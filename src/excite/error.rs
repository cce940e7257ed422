//! Why there is no excitation.

use crate::design::DesignError;
use std::io;
use std::path::PathBuf;

/// Why a recording to measure with can't be planned or written.
#[derive(Debug, thiserror::Error)]
pub enum ExciteError {
    /// The spec does not fit the sample rate.
    #[error(transparent)]
    Design(#[from] DesignError),
    /// No band is left at this rate, or the spec has none.
    #[error("the spec has no band at {rate_hz} Hz, so there is nothing to measure: add a [[band]] below {half_hz} Hz")]
    NoBands {
        /// Sample rate, Hz.
        rate_hz: u32,
        /// Half of it, Hz.
        half_hz: f64,
    },
    /// No number of seconds above 0.
    #[error("a length of {0} s can't be written: give --seconds a number above 0")]
    Seconds(f64),
    /// No band could be judged in so short a recording.
    #[error(
        "{seconds} s are too short for every band of the spec: from {least_s:.1} s on the first can be judged, from \
         {every_band_s:.1} s on all of them, from {device_noise_s:.1} s on beside what the device adds; give --seconds that"
    )]
    TooShort {
        /// As asked for.
        seconds: f64,
        /// From here on some band can be judged, seconds.
        least_s: f64,
        /// From here on every band can, seconds.
        every_band_s: f64,
        /// From here on the device's own noise can be told, seconds.
        device_noise_s: f64,
    },
    /// More than the format's sizes can say.
    #[error("{seconds} s at {rate_hz} Hz don't fit into a WAV file, which ends at 4 GiB: {longest_s} s do")]
    TooLong {
        /// As asked for.
        seconds: f64,
        /// Sample rate, Hz.
        rate_hz: u32,
        /// Whole seconds that fit.
        longest_s: u64,
    },
    /// More bytes a second than the format can say.
    #[error("a sample rate of {rate_hz} Hz does not fit into a WAV file with 24 bits: {highest_hz} Hz is the highest")]
    Rate {
        /// Sample rate, Hz.
        rate_hz: u32,
        /// The highest that fits, Hz.
        highest_hz: u32,
    },
    /// The file's name does not say what it is.
    #[error("{0} must have a name that ends in .wav: `measure` finds recordings by their names")]
    Name(PathBuf),
    /// The file is the spec.
    #[error("{target} is the same file as the spec {spec}: choose another FILE")]
    TouchesSpec {
        /// What would be written.
        target: PathBuf,
        /// What it would destroy.
        spec: PathBuf,
    },
    /// Something else has the name.
    #[error("{0} is there already and no regular file, so no file can take its name: choose another place")]
    NotAFile(PathBuf),
    /// The file is there.
    #[error("{0} exists already: give --replace to overwrite, or choose another place")]
    Exists(PathBuf),
    /// Nothing can be written there.
    #[error("{path} can't be written: {cause}; choose a place that exists and that you may write to")]
    NotWritable {
        /// The file.
        path: PathBuf,
        /// The system's reason.
        cause: io::Error,
    },
    /// Writing ended in the middle.
    #[error("{path} could not be written: {cause}; nothing is left of it")]
    Write {
        /// The file.
        path: PathBuf,
        /// The system's reason.
        cause: io::Error,
    },
    /// Writing was ended on demand.
    #[error("interrupted: nothing is left of {0}")]
    Interrupted(PathBuf),
}

impl ExciteError {
    /// Whether nothing was begun: the command line, the spec or the place is wrong.
    pub fn is_refusal(&self) -> bool {
        !matches!(self, ExciteError::Write { .. } | ExciteError::Interrupted(_))
    }
}
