//! The recording's place on the disk.

use super::{ExciteError, Plan, Written};
use crate::files::digest::{self, Digest};
use crate::files::place::same_file;
use crate::files::temporary;
use std::io::{self, BufWriter};
use std::path::Path;

const BUFFER_BYTES: usize = 1 << 18;

/// How a file may be written.
pub struct Placing<'a> {
    /// Where the spec was read from, so that it can't be written over.
    pub spec_path: Option<&'a Path>,
    /// Whether an existing file may be overwritten.
    pub replace: bool,
    /// Asked now and then: once false, writing ends and nothing is left.
    pub go_on: &'a dyn Fn() -> bool,
    /// Told of the temporary file, which must not be left if the program ends at once.
    pub temporary: &'a dyn Fn(&Path),
}

/// A finished file.
#[derive(Clone, Debug, PartialEq)]
pub struct Saved {
    /// Levels as written.
    pub written: Written,
    /// Length of the file, bytes.
    pub bytes: u64,
    /// SHA-256 of the file as read back, lower-case hexadecimal.
    pub sha256: String,
}

/// Refuses a place that can't or must not be written to, before any work.
///
/// # Errors
/// [`ExciteError::Name`], [`ExciteError::TouchesSpec`], [`ExciteError::NotAFile`],
/// [`ExciteError::Exists`].
pub fn check(target: &Path, placing: &Placing<'_>) -> Result<(), ExciteError> {
    if !target.extension().is_some_and(|extension| extension.eq_ignore_ascii_case("wav")) {
        return Err(ExciteError::Name(target.into()));
    }
    if let Some(spec) = placing.spec_path.filter(|spec| same_file(spec, target)) {
        return Err(ExciteError::TouchesSpec { target: target.into(), spec: spec.into() });
    }
    if target.metadata().is_ok_and(|metadata| !metadata.is_file()) {
        return Err(ExciteError::NotAFile(target.into()));
    }
    if !placing.replace && target.symlink_metadata().is_ok() {
        return Err(ExciteError::Exists(target.into()));
    }
    Ok(())
}

/// Writes the excitation to `target`: under a temporary name beside it, read back for its
/// hash, then renamed. On any error nothing is left, and what was there stays.
///
/// # Errors
/// Those of [`check`], [`ExciteError::NotWritable`], [`ExciteError::Write`],
/// [`ExciteError::Interrupted`].
pub fn save(plan: &Plan, target: &Path, placing: &Placing<'_>) -> Result<Saved, ExciteError> {
    check(target, placing)?;
    let file = temporary::beside(target).map_err(|cause| ExciteError::NotWritable { path: target.into(), cause })?;
    (placing.temporary)(file.path());
    let lost = |cause: io::Error| ExciteError::Write { path: target.into(), cause };
    let mut out = BufWriter::with_capacity(BUFFER_BYTES, file);
    let written = plan.write_while(&mut out, placing.go_on).map_err(lost)?;
    let written = written.ok_or_else(|| ExciteError::Interrupted(target.into()))?;
    let file = out.into_inner().map_err(|error| lost(error.into_error()))?;
    file.as_file().sync_all().map_err(lost)?;
    let Digest { sha256, bytes } = digest::of_file(file.path()).map_err(lost)?;
    temporary::settle(file, target, placing.replace).map_err(lost)?;
    Ok(Saved { written, bytes, sha256 })
}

● TASK STATEMENT: Every line above must appear again in your reply, exactly as written.

● FINISHED EXERCISE:
filename src/excite/error.rs
repository cce940e7257ed422
//! Why there is no excitation.

use crate::design::DesignError;
use std::io;
use std::path::PathBuf;

/// Why a recording to measure with can't be planned or written.
#[derive(Debug, thiserror::Error)]
pub enum ExciteError {
    /// The spec does not fit the sample rate.
    #[error(transparent)]
    Design(#[from] DesignError),
    /// No band is left at this rate, or the spec has none.
    #[error("the spec has no band at {rate_hz} Hz, so there is nothing to measure: add a [[band]] below {half_hz} Hz")]
    NoBands {
        /// Sample rate, Hz.
        rate_hz: u32,
        /// Half of it, Hz.
        half_hz: f64,
    },
    /// No number of seconds above 0.
    #[error("a length of {0} s can't be written: give --seconds a number above 0")]
    Seconds(f64),
    /// No band could be judged in so short a recording.
    #[error(
        "{seconds} s are too short for every band of the spec: from {least_s:.1} s on the first can be judged, from \
         {every_band_s:.1} s on all of them, from {device_noise_s:.1} s on beside what the device adds; give --seconds that"
    )]
    TooShort {
        /// As asked for.
        seconds: f64,
        /// From here on some band can be judged, seconds.
        least_s: f64,
        /// From here on every band can, seconds.
        every_band_s: f64,
        /// From here on the device's own noise can be told, seconds.
        device_noise_s: f64,
    },
    /// More than the format's sizes can say.
    #[error("{seconds} s at {rate_hz} Hz don't fit into a WAV file, which ends at 4 GiB: {longest_s} s do")]
    TooLong {
        /// As asked for.
        seconds: f64,
        /// Sample rate, Hz.
        rate_hz: u32,
        /// Whole seconds that fit.
        longest_s: u64,
    },
    /// More bytes a second than the format can say.
    #[error("a sample rate of {rate_hz} Hz does not fit into a WAV file with 24 bits: {highest_hz} Hz is the highest")]
    Rate {
        /// Sample rate, Hz.
        rate_hz: u32,
        /// The highest that fits, Hz.
        highest_hz: u32,
    },
    /// The file's name does not say what it is.
    #[error("{0} must have a name that ends in .wav: `measure` finds recordings by their names")]
    Name(PathBuf),
    /// The file is the spec.
    #[error("{target} is the same file as the spec {spec}: choose another FILE")]
    TouchesSpec {
        /// What would be written.
        target: PathBuf,
        /// What it would destroy.
        spec: PathBuf,
    },
    /// Something else has the name.
    #[error("{0} is there already and no regular file, so no file can take its name: choose another place")]
    NotAFile(PathBuf),
    /// The file is there.
    #[error("{0} exists already: give --replace to overwrite, or choose another place")]
    Exists(PathBuf),
    /// Nothing can be written there.
    #[error("{path} can't be written: {cause}; choose a place that exists and that you may write to")]
    NotWritable {
        /// The file.
        path: PathBuf,
        /// The system's reason.
        cause: io::Error,
    },
    /// Writing ended in the middle.
    #[error("{path} could not be written: {cause}; nothing is left of it")]
    Write {
        /// The file.
        path: PathBuf,
        /// The system's reason.
        cause: io::Error,
    },
    /// Writing was ended on demand.
    #[error("interrupted: nothing is left of {0}")]
    Interrupted(PathBuf),
}

impl ExciteError {
    /// Whether nothing was begun: the command line, the spec or the place is wrong.
    pub fn is_refusal(&self) -> bool {
        !matches!(self, ExciteError::Write { .. } | ExciteError::Interrupted(_))
    }
}
//! The recording's place on the disk.

use super::{ExciteError, Plan, Written};
use crate::files::digest::{self, Digest};
use crate::files::place::same_file;
use crate::files::temporary;
use std::io::{self, BufWriter};
use std::path::Path;

const BUFFER_BYTES: usize = 1 << 18;

/// How a file may be written.
pub struct Placing<'a> {
    /// Where the spec was read from, so that it can't be written over.
    pub spec_path: Option<&'a Path>,
    /// Whether an existing file may be overwritten.
    pub replace: bool,
    /// Asked now and then: once false, writing ends and nothing is left.
    pub go_on: &'a dyn Fn() -> bool,
    /// Told of the temporary file, which must not be left if the program ends at once.
    pub temporary: &'a dyn Fn(&Path),
}

/// A finished file.
#[derive(Clone, Debug, PartialEq)]
pub struct Saved {
    /// Levels as written.
    pub written: Written,
    /// Length of the file, bytes.
    pub bytes: u64,
    /// SHA-256 of the file as read back, lower-case hexadecimal.
    pub sha256: String,
}

/// Refuses a place that can't or must not be written to, before any work.
///
/// # Errors
/// [`ExciteError::Name`], [`ExciteError::TouchesSpec`], [`ExciteError::NotAFile`],
/// [`ExciteError::Exists`].
pub fn check(target: &Path, placing: &Placing<'_>) -> Result<(), ExciteError> {
    if !target.extension().is_some_and(|extension| extension.eq_ignore_ascii_case("wav")) {
        return Err(ExciteError::Name(target.into()));
    }
    if let Some(spec) = placing.spec_path.filter(|spec| same_file(spec, target)) {
        return Err(ExciteError::TouchesSpec { target: target.into(), spec: spec.into() });
    }
    if target.metadata().is_ok_and(|metadata| !metadata.is_file()) {
        return Err(ExciteError::NotAFile(target.into()));
    }
    if !placing.replace && target.symlink_metadata().is_ok() {
        return Err(ExciteError::Exists(target.into()));
    }
    Ok(())
}

/// Writes the excitation to `target`: under a temporary name beside it, read back for its
/// hash, then renamed. On any error nothing is left, and what was there stays.
///
/// # Errors
/// Those of [`check`], [`ExciteError::NotWritable`], [`ExciteError::Write`],
/// [`ExciteError::Interrupted`].
pub fn save(plan: &Plan, target: &Path, placing: &Placing<'_>) -> Result<Saved, ExciteError> {
    check(target, placing)?;
    let file = temporary::beside(target).map_err(|cause| ExciteError::NotWritable { path: target.into(), cause })?;
    (placing.temporary)(file.path());
    let lost = |cause: io::Error| ExciteError::Write { path: target.into(), cause };
    let mut out = BufWriter::with_capacity(BUFFER_BYTES, file);
    let written = plan.write_while(&mut out, placing.go_on).map_err(lost)?;
    let written = written.ok_or_else(|| ExciteError::Interrupted(target.into()))?;
    let file = out.into_inner().map_err(|error| lost(error.into_error()))?;
    file.as_file().sync_all().map_err(lost)?;
    let Digest { sha256, bytes } = digest::of_file(file.path()).map_err(lost)?;
    temporary::settle(file, target, placing.replace).map_err(lost)?;
    Ok(Saved { written, bytes, sha256 })
}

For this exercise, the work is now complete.